Exercise goal
Only the lines of the data below from the one with "block's content is" through the one with "at = 2 + number * _RUN.size" are wanted. Repeat them exactly.

[Given data — start]

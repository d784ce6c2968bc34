"""Blocks as columns: all tallies of minutes at once, and of the rare frames what decides how tallies are read.

One rule: it gives the frames that `unpack` gives, kind by kind; what came before what is told by their places.
"""

from __future__ import annotations

import itertools
import operator
import struct
from collections.abc import Sequence
from dataclasses import dataclass
from typing import Any

import numpy as np
import numpy.typing as npt

from bridgeio.frames import KIND_BY_NUMBER, KINDS, Conditions, Nameplate

from .columns import Columns, PackError, split
from .pack import (
    _CHECKED,
    _COUNTS,
    _HAS_MS,
    _LENGTH,
    _RUN,
    _STRANGE,
    _WHOLE,
    Micros,
    _rare_dtypes,
    _tally_dtypes,
    utc_of_runs,
)

__all__ = ["Counts", "Gathered", "gather"]

Places = npt.NDArray[np.intp]
#: Rows and bytes of tables of one shape.
Tables = list[tuple[int, bytes]]

#: A run as it is written.
_RUN_RECORD = np.dtype([("shape", "u1"), ("frames", "<u4"), ("offset_us", "<i8")])


@dataclass(frozen=True, slots=True)
class Counts:
    """n tallies of one mould in order: utc_us int64 [us since 1970]; counts of whole type where all are whole.

    place: rises with what stands in the blocks, the rare frames' places included; it tells what came before what.
    """

    place: Places
    utc_us: Micros
    forward: npt.NDArray[Any]
    reflected: npt.NDArray[Any]
    flags: npt.NDArray[np.uint8]
    checked: bool
    has_ms: bool

    def __len__(self) -> int:
        """How many tallies."""
        return len(self.utc_us)

    def part(self, rows: slice) -> Counts:
        """Some of them."""
        forward, reflected, flags = self.forward[rows], self.reflected[rows], self.flags[rows]
        return Counts(self.place[rows], self.utc_us[rows], forward, reflected, flags, self.checked, self.has_ms)


@dataclass(frozen=True, slots=True)
class Gathered:
    """The content of blocks of one stretch that follow each other.

    Conditions [m] in order: their places and times [us], temperature_c100 and frequency_hz as in `Conditions`; so for
    nameplates. frames: how many by number of kind; -1 are tallies, 0 frames of unknown kinds.
    """

    stretch: int
    counts: tuple[Counts, ...]
    conditions_place: Places
    conditions_us: Micros
    temperature_c100: npt.NDArray[np.int16]
    frequency_hz: npt.NDArray[np.uint32]
    plates_place: Places
    plates_us: Micros
    frames: dict[int, int]


def gather(stretch: int, contents: Sequence[bytes]) -> Gathered:
    """Columns of the blocks' contents. PackError where one is malformed."""
    try:
        return _gather(stretch, contents)
    except (struct.error, ValueError, LookupError, OverflowError) as error:
        raise PackError(f"a block's content is malformed: {error}") from error


def _gather(stretch: int, contents: Sequence[bytes]) -> Gathered:
    heads: list[bytes] = []
    tables: dict[int, Tables] = {}
    rows_of: dict[int, int] = {}
    for content in contents:
        head, found = _parted(content)
        heads.append(head)
        for shape, rows, table in found:
            rows_of[shape] = rows_of.get(shape, 0) + rows
            if shape & _COUNTS or shape in _WANTED:
                # The planes come first; the texts behind them are not wanted here.
                size = rows * _WANTED[shape] if shape in _WANTED else len(table)
                tables.setdefault(shape, []).append((rows, table[:size] if size < len(table) else table))
    runs = np.frombuffer(b"".join(heads), _RUN_RECORD)
    runs_of = {shape: _Runs.of(runs, shape) for shape in tables}
    moulds: dict[int, list[Counts]] = {}
    for shape in tables:
        if shape & _COUNTS:
            moulds.setdefault(shape & (_CHECKED | _HAS_MS), []).append(_counts(shape, tables[shape], runs_of[shape]))
    conditions, conditions_place, conditions_us = _rare(_CONDITIONS, tables, runs_of)
    _, plates_place, plates_us = _rare(_NAMEPLATE, tables, runs_of)
    return Gathered(
        stretch,
        tuple(_in_order(several) for several in moulds.values()),
        conditions_place,
        conditions_us,
        conditions["temperature_c100"].view("<i2"),
        conditions["frequency_hz"],
        plates_place,
        plates_us,
        _frames(rows_of),
    )


def _parted(content: bytes) -> tuple[bytes, list[tuple[int, int, bytes]]]:
    """The runs of one content as they are written, and its tables (shape, rows, bytes)."""
    number = content[0] | content[1] << 8
    at = 2 + number * _RUN.size
    head = content[2:at]
    rows: dict[int, int] = {}
    for shape, frames, _ in _RUN.iter_unpack(head):
        if not frames:
            raise ValueError("a run without frames")
        rows[shape] = rows.get(shape, 0) + frames
    tables = []
    for shape, frames in rows.items():
        start = at + _LENGTH.size
        length = int.from_bytes(content[at:start], "little")
        if frames > length:
            raise ValueError(f"{frames} frames in {length} bytes")
        at = start + length
        tables.append((shape, frames, content[start:at]))
    if at != len(content):
        raise ValueError(f"{len(content)} bytes; wanted {at}")
    return head, tables


@dataclass(frozen=True, slots=True)
class _Runs:
    """The runs of one shape: the place of each among all, its frames and its offset [us]."""

    place: Places
    frames: npt.NDArray[np.int64]
    offset_us: Micros

    @classmethod
    def of(cls, runs: npt.NDArray[Any], shape: int) -> _Runs:
        """Those of all runs that are of this shape."""
        place = np.flatnonzero(runs["shape"] == shape)
        return cls(place, runs["frames"][place].astype(np.int64), runs["offset_us"][place])

    def places(self) -> Places:
        """The place of each frame."""
        return np.repeat(self.place, self.frames)


def _counts(shape: int, pieces: Tables, runs: _Runs) -> Counts:
    widths = [np.dtype(code).itemsize for code in _tally_dtypes(shape)]
    _, time, forward, reflected, flags = _joined(pieces, widths)
    utc_us = utc_of_runs(time, runs.frames, runs.offset_us) if shape & _HAS_MS else time.view("<i8")
    whole = bool(shape & _WHOLE)
    pair = (forward, reflected) if whole else (forward.view("<f8"), reflected.view("<f8"))
    return Counts(runs.places(), utc_us, *pair, flags, bool(shape & _CHECKED), bool(shape & _HAS_MS))


def _in_order(several: list[Counts]) -> Counts:
    """Tallies that differ only in how they are packed as one, in the order in which they stand."""
    if len(several) == 1:
        return several[0]
    order = np.argsort(np.concatenate([counts.place for counts in several]), kind="stable")
    place, utc_us, forward, reflected, flags = (
        np.concatenate([getattr(counts, name) for counts in several])[order]
        for name in ("place", "utc_us", "forward", "reflected", "flags")
    )
    return Counts(place, utc_us, forward, reflected, flags, several[0].checked, several[0].has_ms)


def _rare(
    shape: int, tables: dict[int, Tables], runs: dict[int, _Runs]
) -> tuple[dict[str, npt.NDArray[Any]], Places, Micros]:
    """Columns by name, places and times of a rare kind; empty ones where there are none of it."""
    dtypes = _rare_dtypes(shape)
    if shape not in tables:
        return {name: np.empty(0, code) for name, code in dtypes}, np.empty(0, np.intp), np.empty(0, np.int64)
    columns = _joined(tables[shape], _widths(shape))
    named = {name: column for (name, _), column in zip(dtypes, columns, strict=False)}
    mine = runs[shape]
    return named, mine.places(), utc_of_runs(named["ms"], mine.frames, mine.offset_us)


def _joined(tables: Tables, widths: Sequence[int]) -> Columns:
    """The columns of tables one after the other; tables of one length are turned at once, as most are."""
    pieces = []
    for rows, group in itertools.groupby(tables, key=operator.itemgetter(0)):
        planes = np.frombuffer(b"".join([table for _, table in group]), np.uint8).reshape(-1, sum(widths), rows)
        pieces.append(planes.transpose(1, 0, 2).reshape(sum(widths), -1))
    return split(np.concatenate(pieces, axis=1), widths, np.cumsum([rows for rows, _ in tables]))


def _widths(shape: int) -> list[int]:
    """Widths of a wanted kind's columns [bytes], lengths of its texts included."""
    return [np.dtype(code).itemsize for _, code in _rare_dtypes(shape)] + [2] * (shape == _NAMEPLATE)


def _frames(rows: dict[int, int]) -> dict[int, int]:
    """Frames by number of kind, all moulds of tallies as -1."""
    found: dict[int, int] = {}
    for shape, number in rows.items():
        kind = -1 if shape & _COUNTS else shape
        if kind not in (-1, _STRANGE) and kind not in KIND_BY_NUMBER:
            raise LookupError(f"no kind {kind}")
        found[kind] = found.get(kind, 0) + number
    return found


_CONDITIONS = next(kind.number for kind in KINDS if kind.frame is Conditions)
_NAMEPLATE = next(kind.number for kind in KINDS if kind.frame is Nameplate)
_WANTED = {shape: sum(_widths(shape)) for shape in (_CONDITIONS, _NAMEPLATE)}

[Given data — finish]

Exercise output
        raise PackError(f"a block's content is malformed: {error}") from error


def _gather(stretch: int, contents: Sequence[bytes]) -> Gathered:
    heads: list[bytes] = []
    tables: dict[int, Tables] = {}
    rows_of: dict[int, int] = {}
    for content in contents:
        head, found = _parted(content)
        heads.append(head)
        for shape, rows, table in found:
            rows_of[shape] = rows_of.get(shape, 0) + rows
            if shape & _COUNTS or shape in _WANTED:
                # The planes come first; the texts behind them are not wanted here.
                size = rows * _WANTED[shape] if shape in _WANTED else len(table)
                tables.setdefault(shape, []).append((rows, table[:size] if size < len(table) else table))
    runs = np.frombuffer(b"".join(heads), _RUN_RECORD)
    runs_of = {shape: _Runs.of(runs, shape) for shape in tables}
    moulds: dict[int, list[Counts]] = {}
    for shape in tables:
        if shape & _COUNTS:
            moulds.setdefault(shape & (_CHECKED | _HAS_MS), []).append(_counts(shape, tables[shape], runs_of[shape]))
    conditions, conditions_place, conditions_us = _rare(_CONDITIONS, tables, runs_of)
    _, plates_place, plates_us = _rare(_NAMEPLATE, tables, runs_of)
    return Gathered(
        stretch,
        tuple(_in_order(several) for several in moulds.values()),
        conditions_place,
        conditions_us,
        conditions["temperature_c100"].view("<i2"),
        conditions["frequency_hz"],
        plates_place,
        plates_us,
        _frames(rows_of),
    )


def _parted(content: bytes) -> tuple[bytes, list[tuple[int, int, bytes]]]:
    """The runs of one content as they are written, and its tables (shape, rows, bytes)."""
    number = content[0] | content[1] << 8
    at = 2 + number * _RUN.size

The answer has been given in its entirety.